DATA IN THIS EXERCISE:
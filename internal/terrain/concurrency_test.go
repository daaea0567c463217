package terrain

import (
	"context"
	"errors"
	"fmt"
	"math/rand/v2"
	"os"
	"path/filepath"
	"strings"
	"sync"
	"sync/atomic"
	"testing"
	"time"

	"github.com/paulmach/orb"

	"ridgehop/internal/raster"
	"ridgehop/profile"
)

// manyTiles writes four SRTM tiles, in chunks larger than a tiny cache holds,
// and a coarse raster in another system under all of them.
func manyTiles(t testing.TB) string {
	folder := t.TempDir()
	for i, west := range []string{"W005", "W004"} {
		for j, north := range []string{"N57", "N56"} {
			writeHGT(t, folder, north+west+".hgt", hgtSide, func(column, row int) float64 {
				return float64((7*(column+1200*i) + 13*(row+1200*j)) % 500)
			})
		}
	}
	grid{columns: 100, rows: 100, left: 350_000, top: 6_450_000, pixel: 4000, system: "32630", height: rough}.write(t, folder, "coarse.asc")
	return folder
}

func manyPaths(t testing.TB, n int) []profile.Path {
	r := rand.New(rand.NewPCG(5, 58))
	var paths []profile.Path
	for range n {
		a := orb.Point{-5.2 + 2.4*r.Float64(), 55.8 + 2.4*r.Float64()}
		paths = append(paths, pathOf(t, a, orb.Point{a[0] + 0.4*r.Float64() - 0.2, a[1] + 0.4*r.Float64() - 0.2}))
	}
	return paths
}

// Many goroutines, a cache that holds next to nothing and one or two open
// files give what one goroutine with room for everything gives.
func TestManyAtOnce(t *testing.T) {
	folder := manyTiles(t)
	paths := manyPaths(t, 12)
	roomy := loaded(t, folder)
	var want []*profile.Profile
	for _, path := range paths {
		want = append(want, sampled(t, roomy, path, profile.Sampling{}))
	}
	for _, options := range []Options{{CacheBytes: 1, OpenRasters: 1}, {CacheBytes: 600 << 10, OpenRasters: 2}, {}} {
		t.Run(fmt.Sprintf("%d bytes, %d open", options.CacheBytes, options.OpenRasters), func(t *testing.T) {
			terrain := loadedWith(t, options, folder)
			var wg sync.WaitGroup
			for g := range 6 {
				wg.Go(func() {
					into := &profile.Profile{}
					for k := range paths {
						n := (k*7 + g*5) % len(paths)
						if err := terrain.Sample(context.Background(), paths[n], profile.Sampling{}, into); err != nil {
							t.Errorf("path %d: got %v", n, err)
							return
						}
						if len(into.GroundM) != len(want[n].GroundM) {
							t.Errorf("path %d: got %d samples, want %d", n, len(into.GroundM), len(want[n].GroundM))
							return
						}
						for i, h := range want[n].GroundM {
							if !near(into.GroundM[i], h, 0) {
								t.Errorf("path %d, sample %d: got %g, want %g", n, i, into.GroundM[i], h)
								return
							}
						}
					}
				})
			}
			wg.Wait()
		})
	}
}

// The list of rasters is read while others sample.
func TestListedWhileSampled(t *testing.T) {
	terrain := loaded(t, manyTiles(t))
	paths := manyPaths(t, 10)
	var wg sync.WaitGroup
	for range 4 {
		wg.Go(func() {
			rasters, err := terrain.Rasters(context.Background())
			if err != nil || len(rasters) != 5 {
				t.Errorf("got %d rasters, %v, want 5", len(rasters), err)
			}
		})
		wg.Go(func() {
			for _, path := range paths {
				how := profile.Sampling{Rasters: []string{"N56W004.hgt", "coarse.asc"}}
				if err := terrain.Sample(context.Background(), path, how, &profile.Profile{}); err != nil {
					t.Error(err)
				}
			}
		})
	}
	wg.Wait()
}

// No more files are open than were allowed, whoever asks at the same time.
func TestOpenFilesAreBounded(t *testing.T) {
	folder := manyTiles(t)
	paths := manyPaths(t, 5)
	for _, most := range []int{1, 3} {
		terrain := loadedWith(t, Options{CacheBytes: 1, OpenRasters: most}, folder)
		open := func() int {
			terrain.handles.mu.Lock()
			defer terrain.handles.mu.Unlock()
			return terrain.handles.open
		}
		var samplers, watcher sync.WaitGroup
		var done atomic.Bool
		watcher.Go(func() {
			for !done.Load() {
				if got := open(); got > most {
					t.Errorf("at once: got %d files open, want at most %d", got, most)
					return
				}
				time.Sleep(time.Millisecond)
			}
		})
		for g := range 4 {
			samplers.Go(func() {
				for k := range paths {
					if err := terrain.Sample(context.Background(), paths[(k+3*g)%len(paths)], profile.Sampling{}, &profile.Profile{}); err != nil {
						t.Error(err)
					}
				}
			})
		}
		samplers.Wait()
		done.Store(true)
		watcher.Wait()
		for _, path := range paths {
			sampled(t, terrain, path, profile.Sampling{})
			if got := openIn(folder); got > most {
				t.Errorf("got %d files open, want at most %d", got, most)
			}
		}
		terrain.Close()
		if got := openIn(folder); got != 0 {
			t.Errorf("got %d files open after closing, want 0", got)
		}
	}
}

// Whoever waits for a place among the open files may give up.
func TestWaitingForAPlaceEndsWithTheContext(t *testing.T) {
	folder := t.TempDir()
	square(10, 10, constant(1)).write(t, folder, "a.asc")
	terrain := loadedWith(t, Options{OpenRasters: 1}, folder)
	e := terrain.byName["a.asc"]
	err := terrain.handles.with(context.Background(), e, func(*raster.Dataset) error {
		ctx, cancel := context.WithCancel(context.Background())
		cancel()
		return terrain.handles.with(ctx, e, func(*raster.Dataset) error { return nil })
	})
	if !errors.Is(err, context.Canceled) {
		t.Errorf("got %v, want context.Canceled", err)
	}
}

// openIn counts the files of a folder that this process has open, where the
// system tells.
func openIn(folder string) int {
	descriptors, _ := os.ReadDir("/proc/self/fd")
	n := 0
	for _, d := range descriptors {
		if target, err := os.Readlink(filepath.Join("/proc/self/fd", d.Name())); err == nil && strings.HasPrefix(target, folder) {
			n++
		}
	}
	return n
}

func TestContextEnds(t *testing.T) {
	terrain := loadedWith(t, Options{CacheBytes: 1}, manyTiles(t))
	path := pathOf(t, orb.Point{-4.9, 56.1}, orb.Point{-3.1, 57.9})
	how := profile.Sampling{SpacingM: 100}
	t.Run("before", func(t *testing.T) {
		ctx, cancel := context.WithCancel(context.Background())
		cancel()
		if err := terrain.Sample(ctx, path, how, &profile.Profile{}); !errors.Is(err, context.Canceled) {
			t.Errorf("got %v, want context.Canceled", err)
		}
	})
	t.Run("deadline passed", func(t *testing.T) {
		ctx, cancel := context.WithDeadline(context.Background(), time.Now().Add(-time.Second))
		defer cancel()
		if err := terrain.Sample(ctx, path, how, &profile.Profile{}); !errors.Is(err, context.DeadlineExceeded) {
			t.Errorf("got %v, want context.DeadlineExceeded", err)
		}
	})
	// The end of a context is not the raster's fault.
	t.Run("during", func(t *testing.T) {
		for after := 1; after < 8; after++ {
			ctx := newEnding(after)
			err := terrain.Sample(ctx, path, how, &profile.Profile{})
			if !errors.Is(err, context.Canceled) {
				t.Errorf("after %d looks: got %v, want context.Canceled", after, err)
			}
			if _, ok := errors.AsType[*profile.UnreadableError](err); ok {
				t.Errorf("after %d looks: got %v, want no raster blamed", after, err)
			}
		}
	})
	t.Run("and another goes on", func(t *testing.T) {
		if p := sampled(t, terrain, path, how); p.Voids() != 0 {
			t.Errorf("got %d voids, want none", p.Voids())
		}
	})
}

// ending is a context that ends once it was looked at so many times.
type ending struct {
	context.Context
	left atomic.Int32
	done chan struct{}
	once sync.Once
}

func newEnding(after int) *ending {
	e := &ending{Context: context.Background(), done: make(chan struct{})}
	e.left.Store(int32(after))
	return e
}

func (e *ending) Done() <-chan struct{} { return e.done }

func (e *ending) Err() error {
	if e.left.Add(-1) >= 0 {
		return nil
	}
	e.once.Do(func() { close(e.done) })
	return context.Canceled
}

ASSIGNED TASK: What is wanted is every line from the first line of the entries through the line that contains "for j, north", given again exactly.

SOLVED EXERCISE:
filename internal/terrain/concurrency_test.go
repository daaea0567c463217
package terrain

import (
	"context"
	"errors"
	"fmt"
	"math/rand/v2"
	"os"
	"path/filepath"
	"strings"
	"sync"
	"sync/atomic"
	"testing"
	"time"

	"github.com/paulmach/orb"

	"ridgehop/internal/raster"
	"ridgehop/profile"
)

// manyTiles writes four SRTM tiles, in chunks larger than a tiny cache holds,
// and a coarse raster in another system under all of them.
func manyTiles(t testing.TB) string {
	folder := t.TempDir()
	for i, west := range []string{"W005", "W004"} {
		for j, north := range []string{"N57", "N56"} {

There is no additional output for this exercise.